Cybercriminals Target Companies’ AI Systems

Threat actors, hackers, cyber thieves — they go by many names, but they’ve all got one characteristic in common. They aim at the weakest links in the most vulnerable systems to exploit and then wreak havoc.

A red-hot target? The artificial intelligence (AI) programs more and more businesses are using. “AI brings unprecedented opportunity, but also can present opportunities for malicious activity,” according to a new National Security Agency (NSA) advisory. “[Threat or malicious] actors, who have historically used data theft of sensitive information and intellectual property to advance their interests, may seek to co-opt deployed AI systems and apply them to malicious ends.”

Forget the may part — hackers will target companies’ AI open doors. At least five groups came hard at OpenAI, creators of ChatGPT. The malicious actors attempted to hijack OpenAI’s large language models to eventually defraud individuals, businesses and government agencies. OpenAI worked in tandem with Microsoft to stop the threats and inform the public.

The NSA notes how deploying an AI program in a secure fashion “requires careful setup and configuration that depends on the complexity of the AI system, the resources required … and the infrastructure used (i.e., on premises, cloud or hybrid).”

When business teams and individual staffers use AI without telling their employers — often in violation of policies — their companies may be at even greater risk of an attack.
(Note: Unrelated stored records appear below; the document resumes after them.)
"use client";
import "./globals.css";

// Shown when even the layout cannot read the books (for example, the database is not migrated yet).
export default function GlobalError({ error, reset }: { error: Error & { digest?: string }; reset: () => void }) {
  return (
    <html lang="en">
      <body>
        <header className="site-header">
          <div className="brand">
            <span className="brand-name">Tracevat</span>
          </div>
        </header>
        <main id="main">
          <h1>Tracevat could not start this page</h1>
          <p className="empty">
            The server could not read the books{error.digest ? ` (reference ${error.digest})` : ""}. Check that the database exists and is
            migrated, then try again.
          </p>
          <p>
            <button type="button" onClick={reset}>
              Try again
            </button>
          </p>
        </main>
      </body>
    </html>
  );
}
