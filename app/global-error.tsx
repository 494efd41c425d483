"use client";
import "./globals.css";

// Shown when even the layout cannot be drawn; the reference is also in the server's log.
export default function GlobalError({ error, reset }: { error: Error & { digest?: string }; reset: () => void }) {
  return (
    <html lang="en">
      <body>
        <header className="site-header">
          <div className="brand">
            <span className="brand-name">Tracevat</span>
          </div>
        </header>
        <main id="main">
          <h1>Tracevat could not start this page</h1>
          <p className="empty">
            Something went wrong on the server and nothing was saved.
            {error.digest ? ` Tell your administrator this reference: ${error.digest}` : ""}
          </p>
          <p>
            <button type="button" onClick={reset}>
              Try again
            </button>
          </p>
        </main>
      </body>
    </html>
  );
}
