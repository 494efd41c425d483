import Link from "next/link";

export default function NotFound() {
  return (
    <>
      <h1>Not found</h1>
      <p className="empty">There is no record with that number or code at this site.</p>
      <p>
        <Link href="/">Back to today</Link>
      </p>
    </>
  );
}
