import type { NextResponse } from "next/server";
import { requireReader } from "@/lib/auth/request.service";
import { respond } from "@/lib/api/json-route.service";
import { handled } from "@/lib/api/handle.service";

export const dynamic = "force-dynamic";

/** GET /api/me — who is signed in. Checks the session and does nothing else (the load run's floor). */
export const GET = handled("GET /api/me", async (request: Request): Promise<NextResponse> => {
  const who = await requireReader(request);
  if (!who.ok) return respond(who);
  const { login, fullName, role, siteId } = who.value;
  return respond({ ok: true, value: { login, fullName, role, siteId } });
});
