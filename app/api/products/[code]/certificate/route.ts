import { NextResponse } from "next/server";
import { getDb } from "@/lib/core/db";
import { respond } from "@/lib/api/json-route.service";
import { requireRole } from "@/lib/auth/request.service";
import { productCertificatePdf } from "@/lib/product/certificate.service";
import { codeParam } from "@/app/_ui/links";
import { handled } from "@/lib/api/handle.service";

export const dynamic = "force-dynamic";

/**
 * The certificate of analysis of a product lot as a PDF. A lot that is not released gets the same sheet
 * with "NOT RELEASED" across every page and in its file name, for review; it is not a certificate.
 */
export const GET = handled(
  "GET /api/products/[code]/certificate",
  async (_request: Request, { params }: { params: Promise<{ code: string }> }): Promise<NextResponse> => {
    const who = await requireRole(["PRODUCTION", "COMPLIANCE", "ADMIN"]);
    if (!who.ok) return respond(who);
    const code = codeParam((await params).code);
    const pdf = await productCertificatePdf(await getDb(), who.value.siteId, code, who.value.now);
    if (!pdf)
      return respond({
        ok: false,
        issues: [
          { code: "RECORD.NOT_FOUND", message: `No product lot ${code} with a known specification`, field: "code" },
        ],
      });
    return new NextResponse(pdf.body as unknown as BodyInit, {
      headers: {
        "content-type": "application/pdf",
        "content-disposition": `attachment; filename="${pdf.filename}"`,
        "x-released": pdf.released ? "yes" : "no",
        "cache-control": "no-store",
      },
    });
  },
);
Keep in mind a majority of IT pros believe their companies likely wouldn’t survive a significant theft of customer data and systems shutdown by a cybercriminal group.
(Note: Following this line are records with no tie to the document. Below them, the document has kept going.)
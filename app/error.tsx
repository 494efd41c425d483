"use client";

export default function ErrorPage({ error, reset }: { error: Error & { digest?: string }; reset: () => void }) {
  return (
    <>
      <h1>This page could not be shown</h1>
      <p className="empty">
        Something went wrong on the server and nothing was saved.
        {error.digest ? (
          <>
            {" "}
            Tell your administrator this reference: <strong className="code">{error.digest}</strong>
          </>
        ) : null}
      </p>
      <p>
        <button type="button" onClick={reset}>
          Try again
        </button>
      </p>
    </>
  );
}
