// The demo plant's six months, generated as an ordered list of operations (plain inputs for the
// services, parsed by the same schemas). Deterministic: the same anchor day gives the same plant.
// The simulation keeps its own book of stocks so that every draw it writes is one the ledger accepts.
import type { SourceInput } from "@/lib/source/source.schema";
import type { SourceProfileInput } from "@/lib/screening/screening.schema";
import {
  declaredProfile,
  FRESH_OIL_FFA,
  FRESH_OIL_SOURCE,
  HEAVY_WATER_PCT,
  TRIPLED_SOURCE,
  tripledMonth,
  WATER_SOURCE,
} from "@/seeds/screening-plant";
import type { PickupInput } from "@/lib/feedstock/pickup.schema";
import type { DeliveryLotInput, LabTestInput, LotFromPickupsInput } from "@/lib/feedstock/lot.schema";
import type { LotTitrationInput } from "@/lib/feedstock/titration.service";
import type { GaugeInput, TankInput, TransferInput } from "@/lib/tank/tank.schema";
import type { BatchCompleteInput, BatchPlanInput, BatchStartInput, ReagentLotInput } from "@/lib/batch/batch.schema";
import type { ProductDecisionInput, QcResultInput } from "@/lib/product/product.schema";
import type { ShipmentRecordInput } from "@/lib/shipment/shipment.schema";
import type { CustomerInput } from "@/lib/customer/customer.schema";
import { demoDecision, demoQcResults } from "@/seeds/qc";
import type { DisposalInput, WasteContainerInput } from "@/lib/waste/container.schema";
import type { AccountingPeriodInput } from "@/lib/period/period.schema";
import type { MaterialKind } from "@/lib/core/vocabulary";
import { measureObserved } from "@/lib/feedstock/measure";
import { DEFAULT_DENSITY_TABLE, densityAt, requireDensityEntry } from "@/lib/quantity/density";
import type { PEOPLE } from "@/seeds/names";
import {
  CRUSHERS,
  CUSTOMERS,
  DISPOSAL_FACILITIES,
  HAULERS,
  OTHER_SUPPLIERS,
  PROCESSORS,
  REAGENT_SUPPLIERS,
  RENDERERS,
  restaurantName,
  streetAddress,
} from "@/seeds/names";

export type Login = (typeof PEOPLE)[number]["login"];

export type Op =
  | { kind: "source"; at: Date; actor: Login; input: SourceInput }
  | { kind: "sourceProfile"; at: Date; actor: Login; input: SourceProfileInput }
  | { kind: "tank"; at: Date; actor: Login; input: TankInput }
  | { kind: "reagent"; at: Date; actor: Login; input: ReagentLotInput }
  | { kind: "pickup"; at: Date; actor: Login; input: PickupInput }
  | { kind: "lotFromPickups"; at: Date; actor: Login; input: LotFromPickupsInput }
  | { kind: "delivery"; at: Date; actor: Login; input: DeliveryLotInput }
  | { kind: "titration"; at: Date; actor: Login; input: LotTitrationInput }
  | { kind: "labTest"; at: Date; actor: Login; input: LabTestInput }
  | { kind: "decideLot"; at: Date; actor: Login; input: { lotCode: string; status: "ACCEPTED" | "REJECTED" } }
  | { kind: "transfer"; at: Date; actor: Login; input: TransferInput }
  | { kind: "gauge"; at: Date; actor: Login; input: GaugeInput }
  | { kind: "planBatch"; at: Date; actor: Login; input: BatchPlanInput }
  | { kind: "startBatch"; at: Date; actor: Login; input: BatchStartInput }
  | { kind: "completeBatch"; at: Date; actor: Login; input: BatchCompleteInput }
  | { kind: "qc"; at: Date; actor: Login; input: QcResultInput }
  | { kind: "decideProduct"; at: Date; actor: Login; input: ProductDecisionInput }
  | { kind: "customer"; at: Date; actor: Login; input: CustomerInput }
  | { kind: "ship"; at: Date; actor: Login; input: ShipmentRecordInput }
  | { kind: "wasteContainer"; at: Date; actor: Login; input: WasteContainerInput }
  | { kind: "disposal"; at: Date; actor: Login; input: DisposalInput }
  | { kind: "period"; at: Date; actor: Login; input: AccountingPeriodInput }
  | { kind: "closePeriod"; at: Date; actor: Login; input: { startsAt: Date } };

/** Small seeded generator (mulberry32) so the demo is the same on every machine. */
function rng(seed: number): () => number {
  let a = seed >>> 0;
  return () => {
    a = (a + 0x6d2b79f5) >>> 0;
    let t = a;
    t = Math.imul(t ^ (t >>> 15), t | 1);
    t ^= t + Math.imul(t ^ (t >>> 7), t | 61);
    return ((t ^ (t >>> 14)) >>> 0) / 4294967296;
  };
}

const DAY = 86_400_000;
/** Grams of a lot released in the demo's last days that stay in the lot for drum orders. */
const KEPT_BACK_G = 400_000;
/** Product lots of the last days still await their QC results (for the release screens to show). */
const QC_PENDING_DAYS = 10;
/** The one demo lot whose results fail its specification (the fifth lot tested). */
const FAILING_QC_LOT = 5;
/** The batch whose drain valve leaked: its unmeasured difference is above the site's closure tolerance. */
const LEAKY_BATCH = 6;
const r1 = (x: number) => Math.round(x * 10) / 10;
const r2 = (x: number) => Math.round(x * 100) / 100;
const r3 = (x: number) => Math.round(x * 1000) / 1000;

export interface ScenarioOptions {
  /** The scenario ends here (the demo's "today", 00:00 UTC). */
  anchor: Date;
  days?: number;
  seed?: number;
}

interface SimTank {
  code: string;
  stockG: number;
  capacityG: number;
  heelG: number;
  ffaMassG: number; // Σ FFA grams, for the blend's FFA (perfect mixing)
}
Best Security Practices to Ward Off Cybercriminals

Here are a handful of steps the NSA advises companies to take before and while implementing AI systems:

• “ensure that the person responsible and accountable for AI system cybersecurity is the same person” in charge of overall cybersecurity
• if using a third-party vendor to deploy an AI solution, “work with [that organization’s] IT service department to identify the deployment environment and confirm it meets [your] organization’s IT standards”
• demand that the third-party AI developer provides a threat model for your systems and IT infrastructure
• insist on “a collaborative culture for all parties involved, including the data science, infrastructure and cybersecurity teams in particular, to allow for [voicing] any risks or concerns,” and
• address “blind spots in boundary protections and other security-relevant areas” of the AI system. Consider using an “access control system for AI model weights” and limiting “access to a set of privileged users with two-person control and and two-person integrity.”